## Brief
Look below for the line containing "e.Value).FirstOrDefault() ?? Name;"; write out that line and each one after it to the end, exactly, and nothing else.
[Listed records — start]
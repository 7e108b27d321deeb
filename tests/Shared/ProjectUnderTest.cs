using System.IO;
using System.Linq;
using System.Reflection;
using System.Xml.Linq;

namespace StarLines.TestSupport;

/// <summary>The source project that the running test project tests.</summary>
internal static class ProjectUnderTest
{
    /// <summary>The project's name, such as <c>StarLines.Fits</c>.</summary>
    public static string Name { get; } = FindName();

    /// <summary>The project's folder.</summary>
    public static string Folder { get; } = Path.Combine(ReferenceData.RepositoryRoot, "src", Name);

    /// <summary>The assembly that the project builds.</summary>
    public static Assembly Assembly { get; } = Assembly.Load(FindAssemblyName());

    private static string FindName()
    {
        string tests = Assembly.GetExecutingAssembly().GetName().Name!;
        return tests[..^".Tests".Length];
    }

    private static string FindAssemblyName()
    {
        var project = XDocument.Load(Path.Combine(Folder, Name + ".csproj"));
        return project.Descendants("AssemblyName").Select(static e => e.Value).FirstOrDefault() ?? Name;
    }
}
[Listed records — finish]
## Expected answer
        return project.Descendants("AssemblyName").Select(static e => e.Value).FirstOrDefault() ?? Name;
    }
}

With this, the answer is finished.